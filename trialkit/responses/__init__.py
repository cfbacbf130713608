"""Responses: the standard numbers computed from the recorded readings.

Holds metal densities (``materials``), ASTM G1 corrosion rates and cleaning corrections
(``corrosion``), ASTM D610 rust grades (``rust_grade``), removal curves over time
(``kinetics``; every bath's, its coupons as replicates: ``bath_kinetics``), the measures a
trial may name (``definitions``), which coverage readings they use, hand or photo
(``coverage_source``), and the per-coupon and per-bath responses of a trial
(``compute``).

May import: ``trialkit.records``, ``trialkit.chemistry``, ``trialkit.planning``,
``trialkit.trial`` and the shared modules.
"""
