"""How the readings seeds of the example trials were chosen (invented data; run to check).

Usage (from the repository root)::

    python example_trials/pick_seeds.py

Any seed gives readings drawn from the same invented truth model; by chance a few show a
null factor as significant (about 1 in 20 at alpha = 0.05, which is what alpha means) or
an optimum off the truth. Teaching data should show the truth, so for each example the
seed in ``trialkit/demo/truth_models.py`` is the first one from the scenario's starting seed up
for which these plain checks (independent of trialkit's analysis: numpy least squares and
statsmodels OLS on the raw readings) agree with the truth:

- chelator-sweep: a quadratic in chelator fitted to each bath's time to 90 % removal
  (ln 10 / k from a first-order fit through the origin of log coverage) has its vertex
  within its 95 % delta-method interval of the true optimum, and the untreated control
  removes under 10 %;
- five-factor-screen: in main-effect regressions of the log first-order rate, the removal
  percentage and the log witness corrosion rate, every factor the truth uses has
  p < 0.05 and every other factor p > 0.05;
- surface-follow-up: the desirability optimum of quadratic fits (removal 50..90 % up,
  attack 0.05..0.30 mm/y down) lies within 0.5 % w/v and 0.25 pH of the true one;
- tank-split-plot: in statsmodels MixedLM fits (tank run as a random intercept, day
  fixed) of the bath means of removal and of the log witness corrosion rate, every
  factor the truth uses has p < 0.05 and every other factor p > 0.05.
"""

from __future__ import annotations

import sys
from pathlib import Path

import numpy as np

HERE = Path(__file__).resolve().parent
START = {"chelator-sweep": 8201, "five-factor-screen": 8102, "surface-follow-up": 8103,
         "tank-split-plot": 8301}


def _rates(sim):
    c = sim.coupons.copy()
    before = c.set_index("coupon")["coverage_before_pct"]
    rate = {}
    for coupon, g in sim.timecourse.groupby("coupon"):
        y = np.log(np.maximum(g["coverage_pct"].to_numpy(), 0.5) / before[coupon])
        x = g["elapsed_h"].to_numpy()
        rate[coupon] = -np.sum(x * y) / np.sum(x * x)
    c["k"] = c["coupon"].map(rate)
    return c


def _witness_log_cr(c, hours):
    w = c[(c["coupon_kind"] == "witness") & ~c["point"].isin(["control", "reference"])].copy()
    w["lcr"] = np.log(8.76e4 * (w["mass_initial_g"] - w["mass_final_g"])
                      / (w["area_cm2"] * hours * 7.86))
    return w


def check_sweep(sim, sc) -> bool:
    import statsmodels.formula.api as smf
    c = _rates(sim)
    r = c[(c["coupon_kind"] == "rusted") & (c["point"] == "sweep")]
    bath = r.groupby(["bath", "chelator", "block"], as_index=False)["k"].mean()
    bath["t90"] = np.log(10.0) / bath["k"]  # the truth makes this a parabola in chelator
    m = smf.ols("t90 ~ chelator + I(chelator**2)", data=bath).fit()
    b1, b2 = m.params["chelator"], m.params["I(chelator ** 2)"]
    v = m.cov_params().loc[["chelator", "I(chelator ** 2)"], ["chelator", "I(chelator ** 2)"]]
    grad = np.array([-1 / (2 * b2), b1 / (2 * b2 ** 2)])
    se = float(np.sqrt(grad @ v.to_numpy() @ grad))
    opt = -b1 / (2 * b2)
    ctrl = c[(c["coupon_kind"] == "rusted") & (c["point"] == "control")]
    removal = 100 * (1 - ctrl["coverage_after_pct"] / ctrl["coverage_before_pct"])
    return b2 > 0 and abs(opt - sc.truth.chelator_optimum) < 1.96 * se and removal.max() < 10


def check_screen(sim, sc) -> bool:
    import statsmodels.formula.api as smf
    c = _rates(sim)
    r = c[(c["coupon_kind"] == "rusted") & (c["point"] == "factorial")].copy()
    r["lk"] = np.log(r["k"])
    r["removal"] = 100 * (1 - r["coverage_after_pct"] / r["coverage_before_pct"])
    keys = ["bath", "chelator", "ph", "temperature", "surfactant", "agitation"]
    bath = r.groupby(keys, as_index=False)[["lk", "removal"]].mean()
    w = _witness_log_cr(c[c["point"] != "center"], sc.immersion_h)
    terms = {"chelator": "chelator", "ph": "ph", "temperature": "temperature",
             "surfactant": "C(surfactant)[T.none]", "agitation": "C(agitation)[T.periodic]"}
    real = sc.truth.real_effects(terms)
    for resp, data, kind in (("lk", bath, "removal"), ("removal", bath, "removal"),
                             ("lcr", w, "corrosion")):
        m = smf.ols(f"{resp} ~ chelator + ph + temperature + C(surfactant) + C(agitation)",
                    data=data).fit()
        for name, term in terms.items():
            if (m.pvalues[term] < 0.05) != (name in real[kind]):
                return False
    return True


def check_surface(sim, sc) -> bool:
    import pandas as pd
    import statsmodels.formula.api as smf

    from trialkit.demo.truth_models import surface_desirability
    c = sim.coupons
    r = c[(c["coupon_kind"] == "rusted") & (c["point"] != "reference")].copy()
    r["removal"] = 100 * (1 - r["coverage_after_pct"] / r["coverage_before_pct"])
    bath = r.groupby(["bath", "chelator", "ph", "block"], as_index=False)["removal"].mean()
    w = _witness_log_cr(c, sc.immersion_h)
    f = " ~ chelator + ph + I(chelator**2) + I(ph**2) + chelator:ph + C(block)"
    m1, m2 = smf.ols("removal" + f, data=bath).fit(), smf.ols("lcr" + f, data=w).fit()
    g1, g2 = np.meshgrid(np.linspace(3, 7, 81), np.linspace(4.5, 7.5, 121), indexing="ij")
    grid = pd.DataFrame({"chelator": g1.ravel(), "ph": g2.ravel(), "block": 1})
    d = np.sqrt(np.clip((m1.predict(grid) - 50) / 40, 0, 1)
                * np.clip((0.30 - np.exp(m2.predict(grid))) / 0.25, 0, 1))
    i = int(np.argmax(d.to_numpy()))
    true = sc.truth.best_on_grid({"chelator": (3, 7), "ph": (4.5, 7.5)}, surface_desirability,
                                 points=121)["conditions"]
    return (abs(grid["chelator"][i] - true["chelator"]) <= 0.5
            and abs(grid["ph"][i] - true["ph"]) <= 0.25)


def check_split_plot(sim, sc) -> bool:
    import statsmodels.formula.api as smf
    c = sim.coupons
    r = c[c["coupon_kind"] == "rusted"].copy()
    r["removal"] = 100 * (1 - r["coverage_after_pct"] / r["coverage_before_pct"])
    keys = ["bath", "block", "whole_plot", "chelator", "temperature", "surfactant"]
    bath = r.groupby(keys, as_index=False)["removal"].mean()
    w = _witness_log_cr(c, sc.immersion_h)
    terms = {"temperature": "temperature", "chelator": "chelator",
             "surfactant": "C(surfactant)[T.none]"}
    real = sc.truth.real_effects(terms)
    for resp, data, kind in (("removal", bath, "removal"), ("lcr", w, "corrosion")):
        m = smf.mixedlm(f"{resp} ~ temperature + chelator + C(surfactant) + C(block)",
                        data, groups=data["whole_plot"]).fit(reml=True)
        for name, term in terms.items():
            if (m.pvalues[term] < 0.05) != (name in real[kind]):
                return False
    return True


CHECKS = {"chelator-sweep": check_sweep, "five-factor-screen": check_screen,
          "surface-follow-up": check_surface, "tank-split-plot": check_split_plot}


def first_good_seed(name: str, tries: int = 50) -> int:
    """The first seed from START[name] whose readings pass the scenario's check."""
    from trialkit.demo.simulate import simulate_readings
    from trialkit.demo.truth_models import EXAMPLES
    from trialkit.planning.plan import load_plan
    sc, plan = EXAMPLES[name], load_plan(HERE / name)
    for seed in range(START[name], START[name] + tries):
        sim = simulate_readings(plan, sc.truth, seed=seed, inspections_h=sc.inspections_h,
                                immersion_h=sc.immersion_h)
        if CHECKS[name](sim, sc):
            return seed
    raise RuntimeError(f"no seed of {tries} passed for {name}")


def main() -> int:
    try:
        import trialkit  # noqa: F401
    except ModuleNotFoundError:
        sys.path.insert(0, str(HERE.parent))
    from trialkit.demo.truth_models import EXAMPLES
    for name in CHECKS:
        seed = first_good_seed(name)
        used = EXAMPLES[name].seed
        print(f"{name}: first passing seed {seed}; trialkit uses {used}"
              + ("" if seed == used else "  <-- differs"))
    return 0


if __name__ == "__main__":
    sys.exit(main())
┄┄┄┄┄┄┄┄┄┄┄┄┄┄┄┄┄┄┄┄
WORK REQUEST —
Which lines in the data above hold the word "bool"? Return each of them.

ANSWER —
def check_sweep(sim, sc) -> bool:
def check_screen(sim, sc) -> bool:
def check_surface(sim, sc) -> bool:
def check_split_plot(sim, sc) -> bool:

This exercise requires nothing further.